▶ _Assignment_:
The answer should consist of every record, reproduced exactly.

(Saved entries)
_ _ _ _
// Package yields says what a stellar population releases as it ages: the
// number of core-collapse and Type Ia supernovae, the mass, metals and energy
// they eject, the mass lost in winds, and the light and ionising photons the
// stars emit, per solar mass of stars formed, as a function of age and
// metallicity.
//
// Ages are in Myr, masses in Msun (per Msun formed), energies in erg, wind
// speeds in km/s; see package units for the constants behind conversions.
package yields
_ _ _ _
▶ _Solution for this problem_:
// Package yields says what a stellar population releases as it ages: the
// number of core-collapse and Type Ia supernovae, the mass, metals and energy
// they eject, the mass lost in winds, and the light and ionising photons the
// stars emit, per solar mass of stars formed, as a function of age and
// metallicity.
//
// Ages are in Myr, masses in Msun (per Msun formed), energies in erg, wind
// speeds in km/s; see package units for the constants behind conversions.
package yields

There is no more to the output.